Well after we stopped watching, the prices continued to rise. So, it turns out it wasn’t us. Maybe we should have considered the possibility that prices were going up because of the basic economics of supply and demand,
or maybe a failed foreign policy, or maybe one that didn’t fail.
Whatever the reason, prices are now more than double of what they were two years ago when we started our map. And with prices so high, gas prices are a hot topic of conversation around the water cooler. Getting the lowest high price has become a top priority for many people. Today, they announced the cheapest places to buy gas on TV and the radio.
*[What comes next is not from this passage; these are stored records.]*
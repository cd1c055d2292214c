package examples

import (
	"bytes"
	"io/fs"
	"os"
	"path/filepath"
	"slices"
	"strings"
	"testing"
)

// TestCopiesMatch keeps testdata/examples (used by CLI tests and docs)
// byte-identical to the embedded files, in both directions.
func TestCopiesMatch(t *testing.T) {
	dir := filepath.Join("..", "..", "testdata", "examples")
	onDisk, err := filepath.Glob(filepath.Join(dir, "*.yaml"))
	if err != nil {
		t.Fatal(err)
	}
	var diskNames []string
	for _, p := range onDisk {
		diskNames = append(diskNames, filepath.Base(p[:len(p)-len(".yaml")]))
	}
	slices.Sort(diskNames)
	if !slices.Equal(diskNames, Names()) {
		t.Errorf("testdata/examples holds %v, embedded %v", diskNames, Names())
	}
	for _, name := range Names() {
		emb, _ := Get(name)
		disk, err := os.ReadFile(filepath.Join(dir, name+".yaml"))
		if err != nil {
			t.Error(err)
			continue
		}
		if !bytes.Equal(emb, disk) {
			t.Errorf("%s.yaml differs from its copy in testdata/examples", name)
		}
	}
}

func TestNamesGetSummary(t *testing.T) {
	names := Names()
	if !slices.IsSorted(names) || len(names) < 4 {
		t.Fatalf("Names() = %v", names)
	}
	cases := []struct {
		name    string
		found   bool
		summary string
	}{
		{"feedback", true, "Regulator feedback, 1.8 V rail"},
		{"divider", true, "5 V to 3.3 V logic divider"},
		{"nonesuch", false, ""},
		{"../examples", false, ""},
	}
	for _, c := range cases {
		data, ok := Get(c.name)
		if ok != c.found || (ok && len(data) == 0) {
			t.Errorf("Get(%q) = %d bytes, %v", c.name, len(data), ok)
		}
		if got := Summary(c.name); got != c.summary {
			t.Errorf("Summary(%q) = %q, want %q", c.name, got, c.summary)
		}
	}
}

// TestBoardCopiesMatch keeps testdata/examples/boards byte-identical to the
// embedded boards directory, file for file in both directions, so that a
// built-in board and its copy on disk give the same answer.
func TestBoardCopiesMatch(t *testing.T) {
	dir := filepath.Join("..", "..", "testdata", "examples", "boards")
	var disk, emb []string
	err := filepath.WalkDir(dir, func(p string, d fs.DirEntry, err error) error {
		if err == nil && !d.IsDir() {
			rel, _ := filepath.Rel(dir, p)
			disk = append(disk, filepath.ToSlash(rel))
		}
		return err
	})
	if err != nil {
		t.Fatal(err)
	}
	err = fs.WalkDir(boards, "boards", func(p string, d fs.DirEntry, err error) error {
		if err == nil && !d.IsDir() {
			emb = append(emb, strings.TrimPrefix(p, "boards/"))
		}
		return err
	})
	if err != nil {
		t.Fatal(err)
	}
	slices.Sort(disk)
	slices.Sort(emb)
	if !slices.Equal(disk, emb) {
		t.Fatalf("testdata/examples/boards holds %v, embedded %v", disk, emb)
	}
	for _, rel := range emb {
		e, ok := BoardFile(rel)
		d, err := os.ReadFile(filepath.Join(dir, filepath.FromSlash(rel)))
		if !ok || err != nil || !bytes.Equal(e, d) {
			t.Errorf("%s differs from its copy in testdata/examples/boards", rel)
		}
	}
	if len(BoardNames()) == 0 {
		t.Error("no built-in board")
	}
	for _, bad := range []string{"../examples.go", "/etc/passwd", "controller/../../examples.go", ""} {
		if _, ok := BoardFile(bad); ok {
			t.Errorf("BoardFile(%q) found a file outside the boards", bad)
		}
	}
}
There are also a number of websites with their own price maps.
Yesterday, the dedicated staff wanted to see how this new price awareness has affected consumer behavior. Everyone in town knows that eggs, butter, cereal, chicken, and motor oil are much more expensive at Gelson’s,
but people continue to shop there. Ed wanted to know if this same type of price ambivalence applies to gas as well.
The intersection of Mission and State seemed to be the perfect place to study this phenomenon. Yesterday, on the east side of the intersection, Mobil was charging $3.59/gallon for regular. And on the west side of the intersection, Arco was charging $3.33/gallon – one of the lowest prices in town. Ed instructed the dedicated staff to go to Mission and State and count the number of cars filling up at each station.
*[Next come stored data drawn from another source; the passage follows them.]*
package board

import (
	"errors"
	"fmt"
	"math"
	"path"
	"path/filepath"
	"strings"

	"github.com/ohmfit/ohmfit/constraints"
	"github.com/ohmfit/ohmfit/constraints/examples"
	"github.com/ohmfit/ohmfit/eseries/units"
	"github.com/ohmfit/ohmfit/synth"
)

// ExamplePrefix marks a board or template argument that names a built-in
// example (example:NAME).
const ExamplePrefix = "example:"

// Board is a board file with every network's template loaded and compiled.
type Board struct {
	Spec     *constraints.Board
	Networks []*Network
}

// Network is one network of a board, ready to search.
type Network struct {
	Spec     constraints.BoardNetwork
	Template *constraints.Template
	Problem  *synth.Problem
	// Cap is the goal-error cap the network's designs must meet: the board's
	// error_max, or when that is not given the largest tolerance among the
	// template's goals, as a goal error (CapFromTolerance).
	Cap              float64
	CapFromTolerance bool
}

// Name is how messages name the network: "network U3 (rail.yaml)".
func (n *Network) Name() string {
	return fmt.Sprintf("network %s (%s)", n.Spec.Prefix, n.Spec.Template)
}

// Load reads a board: a board file, or example:NAME for a built-in board.
// Every error is a *constraints.Error: a problem in the board file at its
// position, or a problem in a template at the template's own position with
// the board entry that named it.
func Load(arg string) (*Board, error) {
	if name, ok := strings.CutPrefix(arg, ExamplePrefix); ok {
		text, ok := examples.Board(name)
		if !ok {
			return nil, &constraints.Error{Msg: fmt.Sprintf("unknown built-in board %q%s; the built-in boards are %s",
				name, constraints.Suggest(name, examples.BoardNames()), strings.Join(examples.BoardNames(), ", "))}
		}
		spec, err := constraints.ParseBoard(arg, text)
		if err != nil {
			return nil, err
		}
		return resolve(spec, embedded{})
	}
	spec, err := constraints.LoadBoard(arg)
	if err != nil {
		return nil, err
	}
	return resolve(spec, disk{dir: spec.Dir})
}

// Parse reads board-file text whose templates are files relative to the
// directory of file (or examples). It is Load without reading the board file.
func Parse(file string, data []byte) (*Board, error) {
	spec, err := constraints.ParseBoard(file, data)
	if err != nil {
		return nil, err
	}
	return resolve(spec, disk{dir: spec.Dir})
}

// opener reads the templates a board names by path.
type opener interface {
	open(rel string) (*constraints.Template, error)
}

// disk reads templates from files relative to the board file's directory.
type disk struct{ dir string }

func (d disk) open(rel string) (*constraints.Template, error) {
	p := rel
	if !filepath.IsAbs(p) {
		p = filepath.Join(d.dir, p)
	}
	return constraints.Load(p)
}

// embedded reads the templates a built-in board names, which sit beside it.
type embedded struct{}

func (embedded) open(rel string) (*constraints.Template, error) {
	text, ok := examples.BoardFile(path.Clean(rel))
	if !ok {
		return nil, &constraints.Error{File: ExamplePrefix + rel, Msg: "cannot open: no such built-in file"}
	}
	return constraints.Parse(ExamplePrefix+rel, text)
}

// resolve loads, compiles and caps every network of a board.
func resolve(spec *constraints.Board, o opener) (*Board, error) {
	b := &Board{Spec: spec}
	for i, ns := range spec.Networks {
		at := func(p constraints.Pos, format string, args ...any) error {
			return &constraints.Error{File: spec.File, Line: p.Line, Col: p.Col,
				Key: fmt.Sprintf("networks[%d]", i), Msg: fmt.Sprintf("network %d (%s): ", i+1, ns.Prefix) + fmt.Sprintf(format, args...)}
		}
		t, err := openTemplate(ns.Template, o)
		if err != nil {
			var ce *constraints.Error
			if errors.As(err, &ce) && ce.Line == 0 {
				// The file itself could not be had (missing, empty, not a
				// file): say so where the board names it.
				return nil, at(ns.TemplatePos, "template %s: %s", ns.Template, ce.Msg)
			}
			return nil, named(err, spec, ns, i)
		}
		cp, err := constraints.Compile(t)
		if err != nil {
			return nil, named(templateErr(t, err), spec, ns, i)
		}
		p, err := synth.NewProblem(cp, "")
		if err != nil {
			return nil, named(templateErr(t, err), spec, ns, i)
		}
		n := &Network{Spec: ns, Template: t, Problem: p, Cap: ns.ErrorMax}
		if !ns.HasErrorMax {
			c, ok := toleranceCap(t)
			if !ok {
				return nil, at(ns.Pos, "error_max is missing and template %s has no goal with a tolerance to take a cap from; add error_max: 1%% (say)", ns.Template)
			}
			n.Cap, n.CapFromTolerance = c, true
		}
		b.Networks = append(b.Networks, n)
	}
	return b, nil
}

// openTemplate reads example:NAME or a path through o.
func openTemplate(ref string, o opener) (*constraints.Template, error) {
	name, ok := strings.CutPrefix(ref, ExamplePrefix)
	if !ok {
		return o.open(ref)
	}
	text, ok := examples.Get(name)
	if !ok {
		return nil, &constraints.Error{Msg: fmt.Sprintf("unknown example %q%s; `ohmfit examples` lists them", name, constraints.Suggest(name, examples.Names()))}
	}
	return constraints.Parse(ref, text)
}

// templateErr gives an error about template t the template's file name.
func templateErr(t *constraints.Template, err error) error {
	var ce *constraints.Error
	if errors.As(err, &ce) {
		return err
	}
	return &constraints.Error{File: t.File, Msg: constraints.Message(err), Err: err}
}

// named adds the board entry that named a template to the template's own
// error, keeping the template's file and position in front.
func named(err error, spec *constraints.Board, ns constraints.BoardNetwork, i int) error {
	var ce *constraints.Error
	if !errors.As(err, &ce) {
		return err
	}
	e := *ce
	e.Msg = fmt.Sprintf("%s (the template of network %d, %s, at %s:%d:%d)", e.Msg, i+1, ns.Prefix, spec.File, ns.TemplatePos.Line, ns.TemplatePos.Col)
	return &e
}

// toleranceCap is the cap a network takes when the board gives no
// error_max: the largest tolerance among the template's goals, written as
// the goal error it allows (a percentage as it is; an absolute tolerance
// divided by |equals|, or as it is when equals is 0, as GoalError reads
// it). When every goal has a tolerance, every design that meets them lies
// within the cap.
// It reports false when no goal has a tolerance.
func toleranceCap(t *constraints.Template) (float64, bool) {
	c, ok := 0.0, false
	for _, tg := range t.Targets {
		if !tg.HasEquals || tg.Tolerance <= 0 {
			continue
		}
		e := tg.Tolerance
		if !tg.TolRelative && tg.Equals != 0 {
			e /= math.Abs(tg.Equals)
		}
		c, ok = math.Max(c, e), true
	}
	return c, ok
}

// capText writes a cap as a percentage: "0.5 %".
func capText(c float64) string { return units.FormatUnit(c, units.Percent) }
It didn’t take long to figure out what was going on. When we arrived, the Mobil station was as empty as Campus Point on a wave-less day, while the Arco pumps were all in use. The line for Arco extended out into the street. At Mobil, you could pull right up to the pump, swipe your credit card
(the one that saves you over $0.10/gal because it gives you 3% off on gas), and start filling up. At Arco you could wait 3 or 4 minutes for a pump (worrying that someone else who got there after you would snake you), wait in line at the cashier to pay cash, and struggle with short hoses. But, saving is so important right now - price trumps convenience.
Ed notes that with prices so high, a couple of pennies of saving actually matters less than it did before prices went up. This is because those pennies are a smaller percentage of the total price. The expression, “penny wise, pound foolish” seems appropriate here.
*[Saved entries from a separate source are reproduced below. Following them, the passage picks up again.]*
func newSelector(ctx context.Context, nets [][]item, nvals int) *selector {
	words := (len(nets) + 63) / 64
	s := &selector{ctx: ctx, nets: nets, nvals: nvals, in: make([]bool, nvals), taken: make([]bool, nvals),
		needs: map[string]int{}, stamp: make([]int32, nvals), spread: make([]int32, nvals), users: make([][]uint64, nvals), unmet: make([]uint64, words)}
	for v := range s.users {
		s.users[v] = make([]uint64, words)
	}
	for r, its := range nets {
		for _, it := range its {
			for _, v := range it.vals {
				s.users[v][r/64] |= 1 << (r % 64)
			}
		}
	}
	s.group, s.groups = groupNetworks(nets, nvals)
	s.kS = -1
	s.free = make([]bool, nvals)
	s.all = make([][]int, len(nets))
	for r, its := range nets {
		s.all[r] = make([]int, len(its))
		m := -1
		for i := range its {
			s.all[r][i] = i
			if m < 0 || len(its[i].vals) < m {
				m = len(its[i].vals)
			}
		}
		s.lb = max(s.lb, m)
	}
	return s
}

// fitNew returns how many of item it's values are not in the set.
func (s *selector) fitNew(it *item) int {
	n := 0
	for _, v := range it.vals {
		if !s.in[v] {
			n++
		}
	}
	return n
}

// need is a network not yet served, with the fewest new values any of
// its fitting designs adds.
type need struct{ r, min int }

// node is what one node of the search knows: each network's designs that
// still fit, the networks not yet served, the one with the fewest fitting
// designs to branch on (-1 when every network is served) and the largest
// of the networks' least relative errors.
type node struct {
	fit    [][]int
	needs  []need
	branch int
	relLB  float64
}

// run searches below the current set. fit[r] lists network r's items that
// still fit (whose new values are within the slack). It returns true when
// a set was found and the search is not enumerating.
func (s *selector) run(fit [][]int, depth int) bool {
	s.nodes++
	if s.nodes > s.budget || (s.nodes&1023 == 0 && s.ctx.Err() != nil) {
		s.out = true
		return false
	}
	slack := s.k - len(s.used)
	nd, ok := s.narrow(fit, depth, slack)
	if !ok {
		return false
	}
	if nd.branch < 0 {
		// Every network has a design inside the set.
		if !s.enum {
			s.bestSet = append([]int32(nil), s.used...)
			return true
		}
		if o := s.evaluate(s.used); s.bestSet == nil || o.better(s.best) {
			s.best, s.bestSet = o, append([]int32(nil), s.used...)
		}
		return false
	}
	key := s.subproblem(nd.needs)
	if s.kS >= 0 {
		// The fact holds for this many shared values to spare.
		key += string(rune(s.sharedSlack()))
	}
	if s.needs[key] > slack {
		return false
	}
	// proved records that the subproblem needs more than the slack.
	proved := func() bool {
		if !s.enum && len(s.needs) < maxMemo {
			s.needs[key] = slack + 1
		}
		return false
	}
	if s.enum {
		if s.bestSet != nil && nd.relLB > s.best.rel && !constraints.Same(nd.relLB, s.best.rel) {
			return false
		}
		set := s.setKey()
		if _, seen := s.seen[set]; seen {
			return false
		}
		if len(s.seen) < maxMemo {
			s.seen[set] = struct{}{}
		}
	}
	if s.profile != nil && s.profileBound(s.profileNode(nd, slack))+s.lift > s.k {
		return proved()
	}
	if max(s.packing(nd), s.groupBound(nd))+s.lift > slack {
		return proved()
	}
	if slack <= 2 && !s.enum && s.kS < 0 {
		// Few values left: decide the node at once rather than branch.
		if add, ok := s.lastTwo(nd, slack); ok {
			s.bestSet = append(append([]int32(nil), s.used...), add...)
			return true
		}
		return proved()
	}
	if found := s.branchOn(nd, depth); found || s.out {
		return found
	}
	return proved()
}

// lastTwo decides a node with one or two values to spare exactly, and
// returns the new values of a set that serves every network. Each waiting
// network's fitting designs add one or two values. With one to spare, the
// value must be one that a fitting design of every waiting network adds
// alone. With two, the set must contain what some fitting design of the
// branch network adds: two values are the whole set; one leaves one more,
// found as with one to spare.
func (s *selector) lastTwo(nd node, slack int) ([]int32, bool) {
	// Each waiting network's adds, as pairs (-1 for a second value not needed).
	if len(s.pairs) < len(s.nets) {
		s.pairs = make([][][2]int32, len(s.nets))
	}
	for _, n := range nd.needs {
		list := s.pairs[n.r][:0]
		for _, i := range nd.fit[n.r] {
			p := [2]int32{-1, -1}
			j := 0
			for _, v := range s.nets[n.r][i].vals {
				if !s.in[v] {
					p[j] = v
					j++
				}
			}
			list = append(list, p)
		}
		s.pairs[n.r] = list
	}
	s.order = append(s.order[:0], nd.needs...)
	if slack == 1 {
		v, ok := s.complete(nd, -1)
		return []int32{v}, ok
	}
	for _, p := range s.pairs[nd.branch] {
		if p[1] >= 0 {
			if v, ok := s.complete(nd, p[0], p[1]); ok && v < 0 {
				return p[:], true
			}
			continue
		}
		if v, ok := s.complete(nd, p[0]); ok {
			if v < 0 {
				return p[:1], true
			}
			return []int32{p[0], v}, true
		}
	}
	return nil, false
}

// complete reports whether, with the values given added to the set, at
// most one value more serves every waiting network (lastTwo's lists of
// adds), and returns it (-1 when none is needed). A network is served when
// one of its adds is inside the values given; else a value completes it
// when it is all that one of its adds has beyond them.
func (s *selector) complete(nd node, given ...int32) (int32, bool) {
	has := func(v int32) bool { return slices.Contains(given, v) }
	cand := s.cand[:0]
	first := true
	mark := int32(0)
	for j, n := range s.order {
		served := false
		for _, p := range s.pairs[n.r] {
			if has(p[0]) && (p[1] < 0 || has(p[1])) {
				served = true
				break
			}
		}
		if served {
			continue
		}
		// The values that complete this network, marked; the candidates
		// keep only those.
		mark++
		for _, p := range s.pairs[n.r] {
			switch {
			case p[1] < 0:
				s.stamp[p[0]] = mark
			case has(p[0]):
				s.stamp[p[1]] = mark
			case has(p[1]):
				s.stamp[p[0]] = mark
			}
		}
		if first {
			for _, p := range s.pairs[n.r] {
				for _, v := range p {
					if v >= 0 && s.stamp[v] == mark {
						s.stamp[v] = -mark // listed once
						cand = append(cand, v)
					}
				}
			}
			first = false
		} else {
			kept := cand[:0]
			for _, v := range cand {
				if s.stamp[v] == mark {
					kept = append(kept, v)
				}
			}
			cand = kept
		}
		if len(cand) == 0 {
			// This network ruled the values out: ask it first next time.
			copy(s.order[1:j+1], s.order[:j])
			s.order[0] = n
			break
		}
	}
	s.cand = cand
	clear(s.stamp)
	if first {
		return -1, true
	}
	if len(cand) == 0 {
		return 0, false
	}
	return cand[0], true
}

// narrow lists each network's items that fit at this node and picks the
// network to branch on. It reports false when some network has none left
// (the subproblem needs more than the slack).
func (s *selector) narrow(fit [][]int, depth, slack int) (node, bool) {
	for len(s.levels) <= depth+1 {
		s.levels = append(s.levels, make([][]int, len(s.nets)))
		s.store = append(s.store, make([][]int, len(s.nets)))
		s.rels = append(s.rels, make([]float64, len(s.nets)))
		s.served = append(s.served, make([]bool, len(s.nets)))
	}
	nd := node{fit: s.levels[depth+1], branch: -1}
	rels, served := s.rels[depth+1], s.served[depth+1]
	fewest := 0
	slackS := s.sharedSlack()
	for r, its := range s.nets {
		if depth > 0 && s.served[depth][r] {
			// Served above stays served (the set only grows): its list
			// is not needed again, and its least relative error above is
			// still a lower bound.
			nd.fit[r], rels[r], served[r] = fit[r], s.rels[depth][r], true
			nd.relLB = max(nd.relLB, rels[r])
			continue
		}
		list := s.store[depth+1][r][:0]
		minNew, minRel := slack+1, 0.0
		for _, i := range fit[r] {
			n := s.fitNew(&its[i])
			if n > slack || (slackS >= 0 && !s.fitsShared(&its[i], n, slack, slackS)) {
				continue
			}
			list = append(list, i)
			minNew = min(minNew, n)
			if len(list) == 1 || its[i].rel < minRel {
				minRel = its[i].rel
			}
		}
		nd.fit[r], s.store[depth+1][r] = list, list
		if len(list) == 0 {
			return nd, false
		}
		nd.relLB = max(nd.relLB, minRel)
		rels[r], served[r] = minRel, minNew == 0
		if minNew > 0 {
			nd.needs = append(nd.needs, need{r, minNew})
			if nd.branch < 0 || len(list) < fewest {
				nd.branch, fewest = r, len(list)
			}
		}
	}
	return nd, true
}

// branchOn tries the designs of the network with the fewest, fewest new
// values first. Of designs whose new values contain another's, only the
// smaller is tried: any complete set reached through the larger contains
// one reachable through the smaller.
func (s *selector) branchOn(nd node, depth int) bool {
	r := nd.branch
	var adds [][]int32
	for _, i := range nd.fit[r] {
		var add []int32
		for _, v := range s.nets[r][i].vals {
			if !s.in[v] {
				add = append(add, v)
			}
		}
		adds = append(adds, add)
	}
	// Popular values first: those that the most networks still waiting
	// could use, which is where a set that serves them all is found soonest.
	clear(s.spread)
	for _, n := range nd.needs {
		for _, i := range nd.fit[n.r] {
			for _, v := range s.nets[n.r][i].vals {
				if !s.in[v] && s.stamp[v] != int32(n.r+1) {
					s.stamp[v] = int32(n.r + 1)
					s.spread[v]++
				}
			}
		}
	}
	clear(s.stamp)
	pop := make([]int32, len(adds))
	for j, add := range adds {
		for _, v := range add {
			pop[j] += s.spread[v]
		}
	}
	order := make([]int, len(adds))
	for j := range order {
		order[j] = j
	}
	sort.SliceStable(order, func(a, b int) bool {
		x, y := order[a], order[b]
		if len(adds[x]) != len(adds[y]) {
			return len(adds[x]) < len(adds[y])
		}
		return pop[x] > pop[y]
	})
	sorted := make([][]int32, len(adds))
	for j, o := range order {
		sorted[j] = adds[o]
	}
	adds = sorted
	tried := map[addKey]bool{}
	for _, add := range adds {
		if triedSubset(tried, add) {
			continue
		}
		tried[keyOf(add)] = true
		for _, v := range add {
			s.in[v] = true
		}
		s.used = append(s.used, add...)
		found := s.run(nd.fit, depth+1)
		s.used = s.used[:len(s.used)-len(add)]
		for _, v := range add {
			s.in[v] = false
		}
		if found || s.out {
			return found
		}
	}
	return false
}

// addKey is a set of at most maxAdd value ids, ascending, padded with -1,
// usable as a map key.
type addKey [maxAdd]int32

// maxAdd is the most new values one design can add that triedSubset looks
// up by its subsets; a longer add is never skipped (which is always safe).
const maxAdd = 8

func keyOf(add []int32) addKey {
	var k addKey
	for i := range k {
		k[i] = -1
	}
	copy(k[:], add)
	return k
}

// triedSubset reports whether some non-empty subset of add (ascending) was
// tried already: every one of its 2^len(add) - 1 subsets is looked up.
func triedSubset(tried map[addKey]bool, add []int32) bool {
	if len(add) > maxAdd || len(tried) == 0 {
		return false
	}
	var sub [maxAdd]int32
	for mask := 1; mask < 1<<len(add); mask++ {
		n := 0
		for i, v := range add {
			if mask&(1<<i) != 0 {
				sub[n] = v
				n++
			}
		}
		if tried[keyOf(sub[:n])] {
			return true
		}
	}
	return false
}

// maxMemo bounds the remembered sets (about 100 MB at most).
const maxMemo = 1 << 20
Another explanation is that gas-saving mania is not about the price at all, but instead, about fairness. The general perception is that gas prices are unfairly high right now. With the big, bad oil companies showing big profits, paying another $0.23/gallon would be like putting a sign on the back of our pants that says, “Kick me.”
Overall, we witnessed 50 cars fill-up with gas. A whopping 48 of them were at Arco, only a measly 2 were at Mobil. That’s 96% of business going to the lowest bidder. All of our subscribers (expect the one who inexplicitly guessed 120%) didn’t guess high enough. The highest guesser was Petern. Life is a gas, gas, gas for Petern. He wins an Edhat t-shirt.